## Task statement
Your answer should consist of the lines in the following data that contain "errors".

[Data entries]
-- -- --
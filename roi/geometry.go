package roi

import (
	"fmt"
	"math"
	"sort"

	"voxgamma/volume"
)

// axisInfo is one index axis of a grid seen in patient coordinates: voxel
// centres and extents, and the sample positions (voxel centres and
// sub-samples) sorted by increasing patient coordinate, each with its voxel
// index. Working in patient coordinates (not the grid's local frame) makes
// every inside/outside decision independent of the axis sense, so flipped
// grids give exactly the same voxels in space.
type axisInfo struct {
	patient int       // patient axis: 0 = x, 1 = y, 2 = z
	centre  []float64 // patient coordinate of each voxel centre, index order
	lo, hi  []float64 // patient extent of each voxel (lo < hi), index order
	width   []float64 // hi − lo
	extLo   float64   // patient extent of the whole axis
	extHi   float64
	subPos  []float64 // sub-sample positions, increasing
	subVox  []int32   // voxel index of each sub-sample
	cenPos  []float64 // voxel centres, increasing
	cenVox  []int32   // voxel index of each centre
}

// newAxisInfo describes index axis a of g with sub sub-samples per voxel.
// A voxel extends half-way to its neighbours; the first and last voxels
// extend as far beyond their centre as towards their one neighbour; along a
// single-sample axis the voxel is single mm thick.
func newAxisInfo(g *volume.Grid, a, sub int, single float64) axisInfo {
	off := g.Offsets(a)
	ax := g.Axis(a)
	o := g.Origin()[ax.Patient]
	n := len(off)
	ai := axisInfo{
		patient: ax.Patient,
		centre:  make([]float64, n),
		lo:      make([]float64, n),
		hi:      make([]float64, n),
		width:   make([]float64, n),
		subPos:  make([]float64, 0, n*sub),
		subVox:  make([]int32, 0, n*sub),
		cenPos:  make([]float64, 0, n),
		cenVox:  make([]int32, 0, n),
	}
	for v := 0; v < n; v++ {
		var below, above float64
		switch {
		case n == 1:
			below, above = single/2, single/2
		case v == 0:
			above = (off[1] - off[0]) / 2
			below = above
		case v == n-1:
			below = (off[v] - off[v-1]) / 2
			above = below
		default:
			below, above = (off[v]-off[v-1])/2, (off[v+1]-off[v])/2
		}
		// Boundaries shared with the neighbour are computed once, the same
		// way from both sides, so neighbouring voxels tile without a gap.
		l, h := off[v]-below, off[v]+above
		if v > 0 {
			l = (off[v-1] + off[v]) / 2
		}
		if v < n-1 {
			h = (off[v] + off[v+1]) / 2
		}
		w0, w1 := o+ax.Sign*l, o+ax.Sign*h
		ai.centre[v] = o + ax.Sign*off[v]
		ai.lo[v], ai.hi[v] = math.Min(w0, w1), math.Max(w0, w1)
		ai.width[v] = h - l
	}
	for q := 0; q < n; q++ {
		v := q
		if ax.Sign < 0 {
			v = n - 1 - q
		}
		step := (ai.hi[v] - ai.lo[v]) / float64(sub)
		for s := 0; s < sub; s++ {
			ai.subPos = append(ai.subPos, ai.lo[v]+(float64(s)+0.5)*step)
			ai.subVox = append(ai.subVox, int32(v))
		}
		ai.cenPos = append(ai.cenPos, ai.centre[v])
		ai.cenVox = append(ai.cenVox, int32(v))
	}
	ai.extLo, ai.extHi = math.Inf(1), math.Inf(-1)
	for v := 0; v < n; v++ {
		ai.extLo = math.Min(ai.extLo, ai.lo[v])
		ai.extHi = math.Max(ai.extHi, ai.hi[v])
	}
	return ai
}

// span returns the smallest and largest voxel index having a sub-sample or
// a centre at a patient coordinate in [lo, hi], and the range [s0, s1) of
// sub-samples inside it; v1 < v0 when there is none.
func (ai *axisInfo) span(lo, hi float64) (v0, v1, s0, s1 int) {
	v0, v1 = math.MaxInt, -1
	s0 = sort.SearchFloat64s(ai.subPos, lo)
	s1 = sort.Search(len(ai.subPos), func(i int) bool { return ai.subPos[i] > hi })
	if s1 > s0 {
		a, b := int(ai.subVox[s0]), int(ai.subVox[s1-1])
		v0, v1 = min(v0, a, b), max(v1, a, b)
	} else {
		s1 = s0
	}
	c0 := sort.SearchFloat64s(ai.cenPos, lo)
	c1 := sort.Search(len(ai.cenPos), func(i int) bool { return ai.cenPos[i] > hi })
	if c1 > c0 {
		a, b := int(ai.cenVox[c0]), int(ai.cenVox[c1-1])
		v0, v1 = min(v0, a, b), max(v1, a, b)
	}
	return v0, v1, s0, s1
}

// VoxelSize gives the volume each voxel of a grid stands for. A voxel
// extends half-way to its neighbours along each axis (the first and last
// voxel of an axis as far beyond their centre as towards their neighbour), so
// grids with non-uniform frame offsets get voxels of different thickness;
// along an axis with a single sample the thickness is chosen as described at
// [Options.SingleSampleThickness].
type VoxelSize struct {
	dims  [3]int
	width [3][]float64
}

// Dims returns the dimensions of the grid the sizes belong to.
func (v *VoxelSize) Dims() [3]int { return v.dims }

// Width returns the extent (mm) of voxel idx along index axis a.
func (v *VoxelSize) Width(a, idx int) float64 { return v.width[a][idx] }

// Volume returns the volume (mm³) of the voxel at position n of the grid's
// Data.
func (v *VoxelSize) Volume(n int) float64 {
	i := n % v.dims[0]
	n /= v.dims[0]
	return v.width[0][i] * v.width[1][n%v.dims[1]] * v.width[2][n/v.dims[1]]
}

// NewVoxelSize returns the voxel sizes of g, with the single-sample rule of
// opt (see [Options.SingleSampleThickness]).
func NewVoxelSize(g *volume.Grid, opt Options) (*VoxelSize, error) {
	single, err := singleThickness(g, opt)
	if err != nil {
		return nil, err
	}
	vs := &VoxelSize{dims: g.Dims()}
	for a := 0; a < 3; a++ {
		vs.width[a] = newAxisInfo(g, a, 1, single).width
	}
	return vs, nil
}

// singleThickness returns the thickness used along single-sample axes.
func singleThickness(g *volume.Grid, opt Options) (float64, error) {
	if opt.SingleSampleThickness < 0 || math.IsNaN(opt.SingleSampleThickness) || math.IsInf(opt.SingleSampleThickness, 0) {
		return 0, fmt.Errorf("roi: single-sample thickness %g mm, want a positive finite value or 0 for the default", opt.SingleSampleThickness)
	}
	if opt.SingleSampleThickness > 0 {
		return opt.SingleSampleThickness, nil
	}
	var sum float64
	var n int
	d := g.Dims()
	for a := 0; a < 3; a++ {
		if d[a] > 1 {
			s, _ := g.Spacing(a)
			sum += s
			n++
		}
	}
	if n == 0 {
		return 0, fmt.Errorf("roi: the grid has a single voxel; set Options.SingleSampleThickness")
	}
	return sum / float64(n), nil
}
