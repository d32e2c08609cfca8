package roi

import (
	"fmt"
	"testing"

	"voxgamma/phantom"
)

// BenchmarkRasteriseSphere30 rasterises a 30 mm-radius sphere (64-vertex
// polygons every 2 mm) on a 1 mm grid with the default 4×4×4 sub-samples.
func BenchmarkRasteriseSphere30(b *testing.B) {
	sph := phantom.Sphere{Centre: [3]float64{0.3, -0.2, 0.1}, Radius: 30}
	roi := mustROI(b, sph, phantom.ROISpec{Name: "sphere", PlaneSpacing: 2})
	g := boxGrid(b, [3]float64{-30, -30, -30}, [3]float64{30, 30, 30}, [3]float64{1, 1, 1}, [3]float64{0.25, 0.25, 0.25})
	z, err := NewRasteriser(g, Options{})
	if err != nil {
		b.Fatal(err)
	}
	b.ResetTimer()
	for b.Loop() {
		if _, err := z.Rasterise(&roi, Target); err != nil {
			b.Fatal(err)
		}
	}
}

// BenchmarkDVH1e6 builds the DVH of 10⁶ voxels and its metrics.
func BenchmarkDVH1e6(b *testing.B) {
	d, w := randomDVHInput(1_000_000, 3)
	b.ResetTimer()
	for b.Loop() {
		h, err := NewDVH("bench", d, w)
		if err != nil {
			b.Fatal(err)
		}
		_ = h.Metrics([]float64{20, 40})
	}
}

// BenchmarkRegionDose compares the two ways to a region's metrics and
// curve, the sorted DVH (RegionDVH, Metrics, Curve) and the radix selection,
// over spheres of 5 mm (520 voxels) and 60 mm (0.9 M voxels) radius on a
// 1 mm grid under a Gaussian dose. RegionSummary sorts regions under 2¹⁶
// voxels and selects by radix from there.
func BenchmarkRegionDose(b *testing.B) {
	for _, radius := range []float64{5, 60} {
		sph := phantom.Sphere{Centre: [3]float64{0.3, -0.2, 0.1}, Radius: radius}
		roi := mustROI(b, sph, phantom.ROISpec{Name: "sphere", PlaneSpacing: 2})
		g := boxGrid(b, [3]float64{-radius, -radius, -radius}, [3]float64{radius, radius, radius}, [3]float64{1, 1, 1}, [3]float64{0.25, 0.25, 0.25})
		if err := phantom.Fill(g, phantom.Gaussian([3]float64{radius / 6, 0, 0}, radius/2, 60)); err != nil {
			b.Fatal(err)
		}
		z, err := NewRasteriser(g, Options{})
		if err != nil {
			b.Fatal(err)
		}
		reg, err := z.Rasterise(&roi, Body)
		if err != nil {
			b.Fatal(err)
		}
		vDoses := []float64{20, 40}
		b.Run(fmt.Sprintf("r%g/sorted", radius), func(b *testing.B) {
			for b.Loop() {
				h, err := RegionDVH(g, reg)
				if err != nil {
					b.Fatal(err)
				}
				_ = h.Metrics(vDoses)
				if _, err := h.Curve(0.3); err != nil {
					b.Fatal(err)
				}
			}
		})
		b.Run(fmt.Sprintf("r%g/radix", radius), func(b *testing.B) {
			for b.Loop() {
				if _, err := radixSummary(g, reg, vDoses, 0.3); err != nil {
					b.Fatal(err)
				}
			}
		})
	}
}
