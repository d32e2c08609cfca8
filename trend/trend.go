package trend

import (
	"errors"
	"fmt"
	"math"
	"slices"
	"sort"
	"strings"
	"time"

	"voxgamma/record"
	"voxgamma/spc"
)

// Metric is one quantity followed per plan.
type Metric struct {
	// Name is the metric's name on the command line and in JSON.
	Name string
	// Title says what it is, in words.
	Title string
	// Unit is "%" for pass rates, "" for Γ.
	Unit string
	// HigherIsWorse is true for Γ, false for pass rates.
	HigherIsWorse bool
	// Kind is the ROI kind of a per-kind pass rate ("" for overall).
	Kind string
	// Subject and RuleMetric are the protocol rule's subject and metric
	// that check it ("" when no protocol rule can: body and other ROIs).
	Subject, RuleMetric string
	// value reads the metric of a plan; ok is false when it has none.
	value func(p *record.Point) (float64, bool)
}

// IsPassRate reports whether the metric is a pass rate (TG-218's action
// limit applies).
func (m Metric) IsPassRate() bool { return m.Unit == "%" }

func kindMetric(kind, title, subject string) Metric {
	return Metric{Name: kind + "_pass_rate", Title: title, Unit: "%", Kind: kind, Subject: subject, RuleMetric: "pass_rate",
		value: func(p *record.Point) (float64, bool) { return p.Worst(kind) }}
}

// Metrics are the metrics followed, in the order shown. A plan's per-kind
// pass rate is that of its worst ROI of the kind among the structure set's
// evaluated ROIs: the value a protocol rule on "each target" (or each organ
// at risk) is decided by.
var Metrics = []Metric{
	{Name: "overall_pass_rate", Title: "overall pass rate", Unit: "%", Subject: "overall", RuleMetric: "pass_rate",
		value: func(p *record.Point) (float64, bool) { return deref(p.PassRate) }},
	kindMetric("target", "worst target's pass rate", "targets"),
	kindMetric("oar", "worst organ at risk's pass rate", "oars"),
	kindMetric("body", "body outline's pass rate", ""),
	kindMetric("other", "worst other structure's pass rate", ""),
	{Name: "gamma_mean", Title: "overall mean Γ", HigherIsWorse: true, Subject: "overall", RuleMetric: "gamma_mean",
		value: func(p *record.Point) (float64, bool) { return deref(p.GammaMean) }},
}

func deref(p *float64) (float64, bool) {
	if p == nil {
		return 0, false
	}
	return *p, true
}

// MetricByName returns the metric of that name.
func MetricByName(name string) (Metric, bool) {
	for _, m := range Metrics {
		if m.Name == strings.ToLower(strings.TrimSpace(name)) {
			return m, true
		}
	}
	return Metric{}, false
}

// MetricNames lists the metrics' names.
func MetricNames() []string {
	var n []string
	for _, m := range Metrics {
		n = append(n, m.Name)
	}
	return n
}

// Group is a set of plans whose limits are computed together: the same
// values of the grouping labels and the same criteria (limits across
// different criteria mean nothing).
type Group struct {
	// Labels holds the grouping labels' values (only the keys grouped by).
	Labels record.Labels
	// By are the label keys grouped by.
	By []string
	// Criteria is the criteria label with the low-dose threshold.
	Criteria string
	// Points are the group's plans in time order.
	Points []record.Point
	// allLabels is set when grouped by every label (the default): empty
	// labels are then left out of the name.
	allLabels bool
}

// Name is the group in words: its labels and criteria.
func (g *Group) Name() string {
	var parts []string
	for _, k := range g.By {
		v := g.Labels.Get(k)
		if v == "" {
			if g.allLabels {
				continue
			}
			v = "(none)"
		}
		parts = append(parts, k+"="+v)
	}
	if len(parts) == 0 {
		return g.Criteria
	}
	return strings.Join(parts, ", ") + " · " + g.Criteria
}

// Series is one metric of one group, with its chart.
type Series struct {
	Group  *Group
	Metric Metric
	// Points are the group's plans that have the metric, in time order, and
	// Values their values.
	Points []*record.Point
	Values []float64
	// Chart is the individuals chart; ChartErr is set when it cannot be
	// made (fewer than two plans).
	Chart    spc.IChart
	ChartErr error
	// Action is TG-218's lower action limit (pass rates only, nil else).
	Action, ActionWidth *float64
	// Signals are the Western Electric rule signals.
	Signals []spc.Signal
	// Warnings are what a physicist must know about these limits.
	Warnings []string
}

// Tolerance is the control limit on the side where values are worse: the
// LCL of a pass rate (at least 0, at most 100), the UCL of Γ (at least 0);
// nil without a chart.
func (s *Series) Tolerance() *float64 {
	if s.ChartErr != nil {
		return nil
	}
	v := s.Chart.LCL
	if s.Metric.HigherIsWorse {
		v = math.Max(0, s.Chart.UCL)
	} else {
		v = math.Min(100, math.Max(0, v))
	}
	return &v
}

// Flagged returns the indices of the points with a signal, ascending,
// and the rules met at each.
func (s *Series) Flagged() ([]int, map[int][]int) {
	rules := map[int][]int{}
	var idx []int
	for _, sg := range s.Signals {
		if _, ok := rules[sg.Index]; !ok {
			idx = append(idx, sg.Index)
		}
		rules[sg.Index] = append(rules[sg.Index], sg.Rule)
	}
	sort.Ints(idx)
	return idx, rules
}

// Options configure an analysis.
type Options struct {
	// By are the label keys to group by; nil means every label.
	By []string
	// Metrics are the metric names to follow; nil means all.
	Metrics []string
}

// Analysis is the process control of a set of recorded plans.
type Analysis struct {
	// Plans counts the plans analysed; First and Last bound their times.
	Plans       int
	First, Last time.Time
	Groups      []*Group
	Series      []*Series
}

// Analyze groups points (in time order, as the store returns them) and
// computes, per group and metric, the individuals chart, TG-218's action
// limit (pass rates) and the Western Electric signals. Groups are ordered
// by name, series by group then metric.
func Analyze(points []record.Point, opt Options) (*Analysis, error) {
	by := slices.Clone(opt.By)
	if opt.By == nil {
		by = slices.Clone(record.LabelKeys)
	}
	for i, k := range by {
		if !record.IsLabelKey(k) {
			return nil, fmt.Errorf("unknown label %q: want one of %s", k, strings.Join(record.LabelKeys, ", "))
		}
		by[i] = record.NormaliseKey(k)
	}
	var metrics []Metric
	if opt.Metrics == nil {
		metrics = Metrics
	}
	for _, n := range opt.Metrics {
		m, ok := MetricByName(n)
		if !ok {
			return nil, fmt.Errorf("unknown metric %q: want one of %s", n, strings.Join(MetricNames(), ", "))
		}
		metrics = append(metrics, m)
	}
	a := &Analysis{Plans: len(points)}
	type groupKey struct {
		labels   record.Labels
		criteria string
		thresh   float64
	}
	groups := map[groupKey]*Group{}
	for _, p := range points {
		if a.First.IsZero() || p.ComparedAt.Before(a.First) {
			a.First = p.ComparedAt
		}
		if p.ComparedAt.After(a.Last) {
			a.Last = p.ComparedAt
		}
		var l record.Labels
		for _, k := range by {
			l.Set(k, p.Labels.Get(k))
		}
		key := groupKey{l, p.CriteriaLabel, p.ThresholdPercent}
		g := groups[key]
		if g == nil {
			crit := fmt.Sprintf("%s, threshold %g %%", p.CriteriaLabel, p.ThresholdPercent)
			g = &Group{Labels: l, By: by, Criteria: crit, allLabels: opt.By == nil}
			groups[key] = g
			a.Groups = append(a.Groups, g)
		}
		g.Points = append(g.Points, p)
	}
	slices.SortFunc(a.Groups, func(x, y *Group) int { return strings.Compare(x.Name(), y.Name()) })
	for _, g := range a.Groups {
		for _, m := range metrics {
			s := &Series{Group: g, Metric: m}
			s.Points = make([]*record.Point, 0, len(g.Points))
			s.Values = make([]float64, 0, len(g.Points))
			for i := range g.Points {
				if v, ok := m.value(&g.Points[i]); ok {
					s.Points = append(s.Points, &g.Points[i])
					s.Values = append(s.Values, v)
				}
			}
			if len(s.Values) == 0 {
				continue
			}
			s.Chart, s.ChartErr = spc.NewIChart(s.Values)
			if s.ChartErr != nil {
				s.Warnings = append(s.Warnings, fmt.Sprintf("%d plan: no control limits (they need 2 plans at least)", len(s.Values)))
				a.Series = append(a.Series, s)
				continue
			}
			if len(s.Values) < spc.MinPlans {
				s.Warnings = append(s.Warnings, fmt.Sprintf("only %d plans: limits from fewer than %d plans are uncertain (trial control limits are commonly set from 20 to 25 subgroups: common SPC practice)", len(s.Values), spc.MinPlans))
			}
			if s.Chart.MRBar == 0 {
				s.Warnings = append(s.Warnings, "no variation between consecutive plans: the limits equal the centre line")
			}
			if m.IsPassRate() {
				w := spc.ActionWidth(s.Chart.Mean, s.Chart.SD, spc.Target, spc.Beta)
				act := math.Max(0, spc.Target-w/2)
				s.Action, s.ActionWidth = &act, &w
			}
			s.Signals = spc.WesternElectric(s.Values, s.Chart.Mean, s.Chart.Sigma)
			a.Series = append(a.Series, s)
		}
	}
	return a, nil
}

// NeedDetails returns the plans whose details (case, patient, verdict,
// input files, criteria in full: see record.Store.Details) the page and
// the protocol show: every plan flagged by a rule and each group's latest
// plan. Fill them before WritePage or Protocol when the points came from
// record.Store.Points.
func (a *Analysis) NeedDetails() []*record.Point {
	var out []*record.Point
	for _, g := range a.Groups {
		out = append(out, &g.Points[len(g.Points)-1])
	}
	for _, s := range a.Series {
		idx, _ := s.Flagged()
		for _, i := range idx {
			out = append(out, s.Points[i])
		}
	}
	return out
}

// ErrNoPlans is returned when the store holds no plan the selection
// matches.
var ErrNoPlans = errors.New("no recorded comparison matches the selection")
-- -- --
## Completed exercise
	"errors"
var ErrNoPlans = errors.New("no recorded comparison matches the selection")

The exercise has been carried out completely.